### Input data

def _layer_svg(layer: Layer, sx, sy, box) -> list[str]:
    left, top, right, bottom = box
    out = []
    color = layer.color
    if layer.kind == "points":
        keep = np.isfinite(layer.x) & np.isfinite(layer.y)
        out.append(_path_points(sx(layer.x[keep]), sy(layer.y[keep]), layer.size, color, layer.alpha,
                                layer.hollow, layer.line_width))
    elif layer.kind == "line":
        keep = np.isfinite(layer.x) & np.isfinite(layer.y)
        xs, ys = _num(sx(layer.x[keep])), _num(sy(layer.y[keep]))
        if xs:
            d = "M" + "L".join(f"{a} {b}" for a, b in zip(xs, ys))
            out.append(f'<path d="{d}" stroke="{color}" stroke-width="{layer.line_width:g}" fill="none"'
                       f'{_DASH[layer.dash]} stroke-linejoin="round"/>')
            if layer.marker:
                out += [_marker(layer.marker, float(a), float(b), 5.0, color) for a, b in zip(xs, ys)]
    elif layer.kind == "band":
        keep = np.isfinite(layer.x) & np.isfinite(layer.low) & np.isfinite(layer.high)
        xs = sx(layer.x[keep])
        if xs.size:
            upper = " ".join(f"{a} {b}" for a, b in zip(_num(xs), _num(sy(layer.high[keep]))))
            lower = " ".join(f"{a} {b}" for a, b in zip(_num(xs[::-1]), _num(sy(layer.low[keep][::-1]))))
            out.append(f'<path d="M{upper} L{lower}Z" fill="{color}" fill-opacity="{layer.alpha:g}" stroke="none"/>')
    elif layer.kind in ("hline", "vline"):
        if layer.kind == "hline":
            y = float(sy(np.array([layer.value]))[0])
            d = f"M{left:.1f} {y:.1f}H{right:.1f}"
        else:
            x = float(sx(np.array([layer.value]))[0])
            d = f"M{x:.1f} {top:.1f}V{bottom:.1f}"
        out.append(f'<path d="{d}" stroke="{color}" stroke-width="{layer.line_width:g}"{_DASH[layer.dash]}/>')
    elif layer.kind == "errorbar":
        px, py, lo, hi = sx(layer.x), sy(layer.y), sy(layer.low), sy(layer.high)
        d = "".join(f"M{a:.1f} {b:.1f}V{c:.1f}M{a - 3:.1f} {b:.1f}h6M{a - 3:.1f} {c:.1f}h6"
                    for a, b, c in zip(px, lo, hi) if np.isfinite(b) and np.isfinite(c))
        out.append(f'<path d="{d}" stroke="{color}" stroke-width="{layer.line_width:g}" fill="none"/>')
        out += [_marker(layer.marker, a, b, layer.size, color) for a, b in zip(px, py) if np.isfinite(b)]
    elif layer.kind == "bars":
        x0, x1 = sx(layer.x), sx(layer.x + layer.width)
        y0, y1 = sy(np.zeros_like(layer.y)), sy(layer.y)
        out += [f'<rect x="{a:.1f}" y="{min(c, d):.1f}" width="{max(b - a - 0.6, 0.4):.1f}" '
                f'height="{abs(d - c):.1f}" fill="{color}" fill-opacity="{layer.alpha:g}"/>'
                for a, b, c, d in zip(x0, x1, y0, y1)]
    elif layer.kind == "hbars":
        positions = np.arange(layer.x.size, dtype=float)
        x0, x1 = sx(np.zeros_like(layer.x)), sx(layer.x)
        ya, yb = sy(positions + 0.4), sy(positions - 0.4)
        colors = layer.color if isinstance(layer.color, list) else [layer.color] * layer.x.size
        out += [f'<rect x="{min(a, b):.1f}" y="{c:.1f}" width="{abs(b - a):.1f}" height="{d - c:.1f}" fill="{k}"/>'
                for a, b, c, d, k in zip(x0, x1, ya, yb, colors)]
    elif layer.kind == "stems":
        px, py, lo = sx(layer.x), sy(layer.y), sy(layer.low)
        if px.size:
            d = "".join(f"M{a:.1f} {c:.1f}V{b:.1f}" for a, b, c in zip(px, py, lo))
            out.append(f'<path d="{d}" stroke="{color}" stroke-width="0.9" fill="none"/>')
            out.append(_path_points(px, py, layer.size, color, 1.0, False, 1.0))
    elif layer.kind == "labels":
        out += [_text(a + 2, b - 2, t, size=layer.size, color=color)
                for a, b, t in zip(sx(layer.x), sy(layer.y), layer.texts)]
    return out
* * *
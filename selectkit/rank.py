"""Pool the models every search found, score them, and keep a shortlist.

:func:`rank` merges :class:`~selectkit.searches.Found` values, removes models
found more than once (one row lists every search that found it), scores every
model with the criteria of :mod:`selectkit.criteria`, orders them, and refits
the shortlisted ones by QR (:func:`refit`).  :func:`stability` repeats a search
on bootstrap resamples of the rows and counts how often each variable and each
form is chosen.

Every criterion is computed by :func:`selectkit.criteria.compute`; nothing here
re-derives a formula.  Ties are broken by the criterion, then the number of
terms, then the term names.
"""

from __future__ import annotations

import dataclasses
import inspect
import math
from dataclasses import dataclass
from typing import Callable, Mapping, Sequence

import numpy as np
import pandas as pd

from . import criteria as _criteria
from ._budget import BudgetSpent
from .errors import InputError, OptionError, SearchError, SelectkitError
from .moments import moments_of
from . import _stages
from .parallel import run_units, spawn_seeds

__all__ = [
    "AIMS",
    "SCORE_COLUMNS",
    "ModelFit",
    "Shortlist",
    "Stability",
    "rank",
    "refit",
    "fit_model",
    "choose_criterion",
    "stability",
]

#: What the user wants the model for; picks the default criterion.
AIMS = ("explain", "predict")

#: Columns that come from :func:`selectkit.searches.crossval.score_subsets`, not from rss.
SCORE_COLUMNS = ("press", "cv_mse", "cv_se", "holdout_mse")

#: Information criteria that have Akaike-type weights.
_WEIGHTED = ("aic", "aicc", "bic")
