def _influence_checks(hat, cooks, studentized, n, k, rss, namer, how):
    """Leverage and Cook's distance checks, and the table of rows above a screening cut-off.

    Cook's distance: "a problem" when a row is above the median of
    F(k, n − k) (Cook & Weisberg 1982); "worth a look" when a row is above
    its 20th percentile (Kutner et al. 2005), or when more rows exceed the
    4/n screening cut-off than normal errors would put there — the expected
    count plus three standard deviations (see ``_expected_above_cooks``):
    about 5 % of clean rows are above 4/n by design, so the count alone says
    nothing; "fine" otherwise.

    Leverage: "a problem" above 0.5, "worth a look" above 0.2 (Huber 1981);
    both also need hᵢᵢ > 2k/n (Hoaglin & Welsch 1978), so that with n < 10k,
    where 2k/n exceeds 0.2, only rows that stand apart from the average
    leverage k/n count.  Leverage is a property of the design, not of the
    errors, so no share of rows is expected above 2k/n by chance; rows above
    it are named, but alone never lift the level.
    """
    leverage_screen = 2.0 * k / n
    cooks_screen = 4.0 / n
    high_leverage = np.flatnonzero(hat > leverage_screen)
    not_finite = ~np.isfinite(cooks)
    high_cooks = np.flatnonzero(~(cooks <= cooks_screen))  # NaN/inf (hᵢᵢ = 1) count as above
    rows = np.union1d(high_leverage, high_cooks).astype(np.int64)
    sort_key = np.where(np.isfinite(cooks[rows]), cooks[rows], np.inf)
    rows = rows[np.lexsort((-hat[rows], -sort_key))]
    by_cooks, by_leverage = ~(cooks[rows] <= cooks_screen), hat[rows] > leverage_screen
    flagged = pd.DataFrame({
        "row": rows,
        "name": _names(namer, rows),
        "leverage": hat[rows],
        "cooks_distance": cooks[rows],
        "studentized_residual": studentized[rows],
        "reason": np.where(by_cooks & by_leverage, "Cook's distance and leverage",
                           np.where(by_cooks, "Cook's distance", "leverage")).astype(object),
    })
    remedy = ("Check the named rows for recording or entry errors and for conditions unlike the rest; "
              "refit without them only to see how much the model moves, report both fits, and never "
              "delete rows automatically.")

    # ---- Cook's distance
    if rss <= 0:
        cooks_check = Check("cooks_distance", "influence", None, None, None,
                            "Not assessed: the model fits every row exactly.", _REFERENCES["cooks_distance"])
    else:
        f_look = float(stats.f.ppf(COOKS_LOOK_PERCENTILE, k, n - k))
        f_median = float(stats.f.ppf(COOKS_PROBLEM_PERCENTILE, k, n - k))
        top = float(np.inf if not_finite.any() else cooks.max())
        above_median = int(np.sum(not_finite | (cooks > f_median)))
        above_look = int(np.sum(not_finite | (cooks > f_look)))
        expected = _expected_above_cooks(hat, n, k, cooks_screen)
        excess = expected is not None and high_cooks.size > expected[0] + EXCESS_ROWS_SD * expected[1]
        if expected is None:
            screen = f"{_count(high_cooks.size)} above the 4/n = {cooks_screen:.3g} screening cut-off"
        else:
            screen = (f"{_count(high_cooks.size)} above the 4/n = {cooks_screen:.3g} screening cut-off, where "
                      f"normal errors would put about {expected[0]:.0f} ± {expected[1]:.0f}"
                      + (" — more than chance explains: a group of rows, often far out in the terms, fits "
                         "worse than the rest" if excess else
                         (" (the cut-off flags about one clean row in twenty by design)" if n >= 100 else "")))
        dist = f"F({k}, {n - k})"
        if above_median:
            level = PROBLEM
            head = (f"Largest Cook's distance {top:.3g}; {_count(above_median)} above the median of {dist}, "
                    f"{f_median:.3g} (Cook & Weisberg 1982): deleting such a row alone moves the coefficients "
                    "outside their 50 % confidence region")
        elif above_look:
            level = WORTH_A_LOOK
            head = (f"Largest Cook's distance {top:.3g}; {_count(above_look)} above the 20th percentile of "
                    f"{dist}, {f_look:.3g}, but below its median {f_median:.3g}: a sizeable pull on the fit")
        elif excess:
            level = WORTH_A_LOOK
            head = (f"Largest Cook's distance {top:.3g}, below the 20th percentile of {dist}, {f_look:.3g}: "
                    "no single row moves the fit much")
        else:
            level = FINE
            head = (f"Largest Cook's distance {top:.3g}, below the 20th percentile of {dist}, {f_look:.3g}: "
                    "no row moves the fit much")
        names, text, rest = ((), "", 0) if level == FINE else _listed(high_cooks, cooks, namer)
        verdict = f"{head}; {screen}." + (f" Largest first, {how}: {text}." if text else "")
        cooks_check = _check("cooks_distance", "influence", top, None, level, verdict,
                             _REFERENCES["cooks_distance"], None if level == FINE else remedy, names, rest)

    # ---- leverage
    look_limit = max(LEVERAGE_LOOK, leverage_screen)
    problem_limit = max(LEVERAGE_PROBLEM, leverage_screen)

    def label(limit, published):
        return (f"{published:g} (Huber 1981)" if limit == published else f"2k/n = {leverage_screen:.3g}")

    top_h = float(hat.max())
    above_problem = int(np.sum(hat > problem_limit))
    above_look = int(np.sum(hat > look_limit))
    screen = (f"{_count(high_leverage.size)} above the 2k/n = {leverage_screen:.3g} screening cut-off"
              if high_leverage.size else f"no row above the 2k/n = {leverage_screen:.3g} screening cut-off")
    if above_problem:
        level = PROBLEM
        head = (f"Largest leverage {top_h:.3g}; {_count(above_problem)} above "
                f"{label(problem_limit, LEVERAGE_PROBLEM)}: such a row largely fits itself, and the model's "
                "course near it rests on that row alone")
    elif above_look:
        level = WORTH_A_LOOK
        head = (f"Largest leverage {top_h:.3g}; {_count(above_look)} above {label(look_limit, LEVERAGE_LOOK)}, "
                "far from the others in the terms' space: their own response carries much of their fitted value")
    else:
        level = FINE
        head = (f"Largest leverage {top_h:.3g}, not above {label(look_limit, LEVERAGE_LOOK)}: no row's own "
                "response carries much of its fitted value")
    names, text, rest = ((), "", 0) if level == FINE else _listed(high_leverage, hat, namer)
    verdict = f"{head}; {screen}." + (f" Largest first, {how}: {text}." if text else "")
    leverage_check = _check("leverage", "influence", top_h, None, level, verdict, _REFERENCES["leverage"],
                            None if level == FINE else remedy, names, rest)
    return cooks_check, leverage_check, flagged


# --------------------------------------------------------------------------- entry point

### Work request
The lines to copy are those above that contain the string "right".

### Result for this exercise
    left, top, right, bottom = box
            d = f"M{left:.1f} {y:.1f}H{right:.1f}"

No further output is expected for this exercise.